Does Vaping Break the Ramadan Fast?

A separate but frequently asked question is whether vaping breaks the fast during Ramadan. The majority scholarly position is yes — vaping during fasting hours invalidates the fast. Inhaling vapour into the lungs constitutes a form of consumption that violates the fast in the same way that smoking does. The fast requires abstaining from food, drink and anything that enters the body through intentional ingestion — inhaled vapour is considered to fall within this category. There is no substantive scholarly position that vaping does not break the fast.

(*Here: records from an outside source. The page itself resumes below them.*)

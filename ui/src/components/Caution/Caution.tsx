import type { ReactNode } from 'react';
import { Alert } from '@mantine/core';
import { IconAlertTriangle } from '@tabler/icons-react';

/** A caution that sits beside the work it concerns (never a pop-up). */
export function Caution({ title = 'Caution', children }: { title?: string; children: ReactNode }) {
  return (
    <Alert variant="outline" color="amber" icon={<IconAlertTriangle />} title={title} role="note">
      {children}
    </Alert>
  );
}

export const SAFETY_NOTE =
  'Crankjournal aids a qualified crew. It never replaces local boiler and pressure-vessel law, the ' +
  'insurer’s inspections or licensed practice.';
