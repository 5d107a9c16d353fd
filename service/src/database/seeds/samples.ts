import { readFileSync } from 'node:fs';
import { dirname, join } from 'node:path';
import { fileURLToPath } from 'node:url';

/** The repository's samples/ folder (the invented demo site). */
export const SAMPLES_DIR = process.env.SAMPLES_DIR ?? join(dirname(fileURLToPath(import.meta.url)), '..', '..', '..', '..', 'samples');

export function readSample<T>(name: string): T {
  return JSON.parse(readFileSync(join(SAMPLES_DIR, name), 'utf8')) as T;
}
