import { createHash } from 'node:crypto';
import type { INestApplicationContext } from '@nestjs/common';
import { DataSource } from 'typeorm';
import type { LotStatus, LotWriteRequest, MillWriteRequest, ScheduleWriteRequest, SectionDto } from '@crankjournal/shared-types';
import { Mill } from '../../modules/mill/mill.entity.js';
import { PassSchedule } from '../../modules/mill/pass-schedule.entity.js';
import { CustomerLot } from '../../modules/mill/customer-lot.entity.js';
import { MillBar } from '../../modules/mill/mill-bar.entity.js';
import { LotQuote } from '../../modules/mill/lot-quote.entity.js';
import { MillService } from '../../modules/mill/mill.service.js';
import { SchedulesService } from '../../modules/mill/schedules.service.js';
import { RollingLogService } from '../../modules/mill/rolling-log.service.js';
import { LotsService } from '../../modules/mill/lots.service.js';
import { Run } from '../../modules/runs/run.entity.js';
import type { Engine } from '../../modules/engines/engine.entity.js';
import type { User } from '../../modules/users/user.entity.js';
import type { AuthUser } from '../../common/decorators/current-user.decorator.js';
import { sectionAreaMm2 } from '../../calculations/rolling.js';
import { readSample } from './samples.js';

type TemplateSample = Omit<ScheduleWriteRequest, 'millId' | 'isTemplate'>;
interface LotSample extends LotWriteRequest {
  reference: string;
  enquiryOn: string;
  quotes: { on: string; engineHours: number; crewHours: number; sentOn?: string; notes?: string }[];
  steps: { to: LotStatus; on: string; note?: string }[];
  run?: string;
  schedule?: { name: string; from: string };
  bars?: { prefix: string; count: number; scrapped?: Record<string, string>; cold?: string };
}
interface MillSample {
  mill: Omit<MillWriteRequest, 'engineId'> & { engine: string };
  templates: TemplateSample[];
  lots: LotSample[];
  plans: { name: string; from: string; notes?: string }[];
}

/** Carbon steel, kg per mm³ (7850 kg/m³; common practice, no source). Only for the invented bar weights. */
const STEEL_KG_PER_MM3 = 7.85e-6;

/** A repeatable number in [0, 1) for a key, so the demo is the same on every machine. */
function rnd(...key: string[]): number {
  return createHash('sha256').update(key.join('|')).digest().readUInt32LE(0) / 2 ** 32;
}
const jitter = (span: number, ...key: string[]) => (rnd(...key) - 0.5) * 2 * span;
const round1 = (x: number) => Math.round(x * 10) / 10;
const noon = (day: string) => new Date(`${day}T12:00:00Z`);

function asAuth(u: User): AuthUser {
  return { id: u.id, email: u.email, displayName: u.displayName, role: u.role, sessionVersion: u.sessionVersion };
}

/** The mill, its templates, working schedules, the season's bars and passes, and the customer lots. */
export async function seedMill(app: INestApplicationContext, engine: Engine, users: Map<string, User>): Promise<string> {
  const sample = readSample<MillSample>('mill.json');
  const db = app.get(DataSource);
  const mills = app.get(MillService);
  const schedules = app.get(SchedulesService);
  const rolling = app.get(RollingLogService);
  const lots = app.get(LotsService);
  const lead = asAuth(users.get('mill@alderforge.example')!);
  const chief = asAuth(users.get('chief@alderforge.example')!);
  // The season's lots paid their deposits by cheque, before payments went online: the chief engineer put them on the roll plan.
  const offline = { overrideReason: 'Deposit paid by cheque, before payments were taken online.' };
  const done: string[] = [];

  // The mill.
  let mill = await db.getRepository(Mill).findOne({ where: { name: sample.mill.name } });
  if (!mill) {
    const { engine: _engineName, ...m } = sample.mill;
    await mills.create({ ...m, engineId: engine.id });
    mill = await db.getRepository(Mill).findOneByOrFail({ name: sample.mill.name });
    done.push('mill');
  }
  const millId = mill.id;

  // Templates.
  const templateId = new Map<string, string>();
  for (const t of sample.templates) {
    let row = await db.getRepository(PassSchedule).findOne({ where: { name: t.name, isTemplate: true } });
    if (!row) {
      const created = await schedules.create({ ...t, millId, isTemplate: true }, lead);
      row = await db.getRepository(PassSchedule).findOneByOrFail({ id: created.id });
      done.push(`template "${t.name}"`);
    }
    templateId.set(t.name, row.id);
  }
  const planFrom = async (name: string, from: string, lotId: string | null, notes?: string) => {
    const existing = await db.getRepository(PassSchedule).findOne({ where: { name, isTemplate: false } });
    if (existing) return existing.id;
    const copy = await schedules.copy(templateId.get(from)!, { name, lotId }, lead);
    if (notes) await db.getRepository(PassSchedule).update({ id: copy.id }, { notes });
    return copy.id;
  };

  // Customer lots, step by step on their own dates, with the bars of the runs that rolled them.
  for (const l of sample.lots) {
    if (await db.getRepository(CustomerLot).exists({ where: { reference: l.reference } })) continue;
    const { reference, enquiryOn, quotes, steps, run: runTitle, schedule, bars, ...write } = l;
    const lot = await lots.create({ ...write, millId }, lead, { reference, createdAt: new Date(`${enquiryOn}T09:00:00Z`) });
    const events = [
      ...quotes.map((q) => ({
        on: q.on,
        order: 0,
        act: async () => {
          const made = await lots.createQuote(
            lot.id,
            { engineHours: q.engineHours, crewHours: q.crewHours, notes: q.notes },
            lead,
            new Date(`${q.on}T10:00:00Z`),
          );
          // Sent on the day (recorded as sent; the demo seed sends no e-mail).
          if (q.sentOn)
            await db
              .getRepository(LotQuote)
              .update({ id: made.id }, { sentAt: new Date(`${q.sentOn}T11:00:00Z`), sentTo: l.customerEmail });
        },
      })),
      ...steps.map((s) => ({
        on: s.on,
        order: 1,
        act: async () => {
          if (s.to === 'on_roll_plan' && runTitle) {
            const run = await db.getRepository(Run).findOneByOrFail({ engineId: engine.id, title: runTitle });
            await lots.linkRun(lot.id, run.id, lead);
          }
          if (s.to === 'rolled' && runTitle && bars && schedule) {
            const run = await db.getRepository(Run).findOneByOrFail({ engineId: engine.id, title: runTitle });
            const scheduleId = await planFrom(schedule.name, schedule.from, lot.id);
            const t = await rollSeasonBars(run, scheduleId, lot.id, bars);
            await lots.update(lot.id, { producedTonnes: t.produced, scrappedTonnes: t.scrapped });
          }
          if (s.to === 'on_roll_plan') await lots.transition(lot.id, { to: s.to, note: s.note, ...offline }, chief, noon(s.on));
          else await lots.transition(lot.id, { to: s.to, note: s.note }, lead, noon(s.on));
        },
      })),
    ].sort((a, b) => a.on.localeCompare(b.on) || a.order - b.order);
    for (const e of events) await e.act();
    if (schedule) await planFrom(schedule.name, schedule.from, lot.id);
    done.push(`lot ${reference}`);
  }

  for (const p of sample.plans) await planFrom(p.name, p.from, null, p.notes);

  /** Bars of a closed season run, each pass logged through the rolling log (so the calculation is the real one). */
  async function rollSeasonBars(run: Run, scheduleId: string, lotId: string, spec: NonNullable<LotSample['bars']>) {
    if (await db.getRepository(MillBar).exists({ where: { runId: run.id } })) return { produced: 0, scrapped: 0 };
    const plan = await schedules.detail(scheduleId);
    const start = run.startedAt!.getTime() + 30 * 60_000;
    const runMinutes = ((run.stoppedAt ?? new Date(start)).getTime() - start) / 60_000 - 20;
    const everyMin = Math.min(12, runMinutes / spec.count);
    const billetKg = sectionAreaMm2(plan.stock) * plan.stockLengthMm * STEEL_KG_PER_MM3;
    let produced = 0;
    let scrapped = 0;
    for (let k = 1; k <= spec.count; k++) {
      const code = `${spec.prefix}-${String(k).padStart(2, '0')}`;
      const bar = await rolling.createBar(run.id, { barCode: code, scheduleId, lotId }, lead, { allowClosedRun: true });
      const cold = spec.cold === code;
      const barStart = start + (k - 1) * everyMin * 60_000;
      let lastPass = plan.passes.length;
      for (const p of plan.passes) {
        const drift = (s: SectionDto, what: string): SectionDto => ({
          shape: s.shape,
          heightMm: round1(s.heightMm + jitter(0.4, code, String(p.seq), what, 'h')),
          widthMm:
            s.shape === 'round'
              ? round1(s.heightMm + jitter(0.4, code, String(p.seq), what, 'h'))
              : round1(s.widthMm + jitter(0.6, code, String(p.seq), what, 'w')),
        });
        const logged = await rolling.logPass(
          bar.id,
          {
            passNumber: p.seq,
            standPosition: p.standPosition,
            at: new Date(barStart + (p.seq - 1) * 35_000).toISOString(),
            measuredTemperatureC: Math.round(
              p.expectedTemperatureC - 8 - 12 * rnd(code, String(p.seq), 't') - (cold ? 215 + 16 * (p.seq - 1) : 0),
            ),
            entry: p.entry,
            exit: drift(p.exit, 'exit'),
            notes:
              cold && p.standPosition === 3 ? 'Bar ran cold after the furnace door jammed; stand 3 laboured and the bar was pulled.' : '',
          },
          { id: lead.id },
          { allowClosedRun: true },
        );
        if (cold && logged.calc.exceedsStandForce) {
          lastPass = p.seq;
          break;
        }
      }
      const reason = spec.scrapped?.[code];
      const kg = Math.round(billetKg * (reason ? 1 : 0.93 + jitter(0.01, code, 'kg')) * (lastPass < plan.passes.length ? 0.97 : 1));
      await db.getRepository(MillBar).update({ id: bar.id }, { weightKg: kg, scrapped: !!reason, scrapReason: reason ?? null });
      if (reason) scrapped += kg;
      else produced += kg;
    }
    done.push(`${spec.count} bars on "${run.title}"`);
    return { produced: Math.round(produced / 10) / 100, scrapped: Math.round(scrapped / 10) / 100 };
  }

  return done.length ? `mill: ${done.join(', ')}` : 'mill: already seeded';
}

For Muslim vapers in the UK, the most practically relevant guidance is: the dominant scholarly position is that nicotine vaping is haram, and the major global fatwa councils that have addressed the question have issued haram rulings. If you are vaping to quit smoking, some scholars support this under the darurah principle as a temporary necessity — but with the intention and timeline to quit nicotine entirely. For personal religious guidance specific to your tradition and community, consult a trusted imam or Islamic scholar. This article presents the scholarly landscape; it does not replace qualified Islamic legal guidance.


Part of Our Guide

Help & Guidance Centre

This article is part of the Purple Haze MK Help and Guidance Centre. For more Islamic guidance on vaping and CBD, visit the Purple Haze MK Help and Guidance Centre.


Frequently Asked Questions

Is nicotine-free vaping haram?

Nicotine-free vaping is treated more leniently than nicotine vaping by most scholars, as the addiction cause is absent. However, some scholars still discourage it as wasteful (israf) and as imitation of a harmful practice. Others permit nicotine-free vaping where no health harm is caused and no nicotine dependence is created. The scholarly position on nicotine-free vaping is less settled than on nicotine vaping. For guidance specific to your situation, consult a qualified Islamic scholar.

Can I vape to quit smoking in Islam?

Some scholars permit vaping strictly as a temporary smoking cessation tool under the principle of darurah (necessity), where the lesser harm of vaping is accepted to escape the greater harm of tobacco smoking addiction. This is not a general permission to vape but a specific exception for: use under medical guidance, with a defined timeline, with the genuine intention to quit nicotine entirely. The Al-Magrabi Institute explicitly notes this must be "for a limited time only as a course of treatment, and not a fatwa for continued use." Consult your imam for guidance on your specific situation.

Does vaping break Ramadan fast?

Yes — the majority scholarly position is that vaping during fasting hours invalidates the Ramadan fast. Inhaling vapour into the lungs constitutes a form of consumption that breaks the fast in the same way that smoking does. Muslims who vape should treat it the same as smoking in relation to the fast — stop during fasting hours from Fajr to Maghrib, and resume only after breaking the fast. This position is consistent across the major fatwa councils that have addressed the question.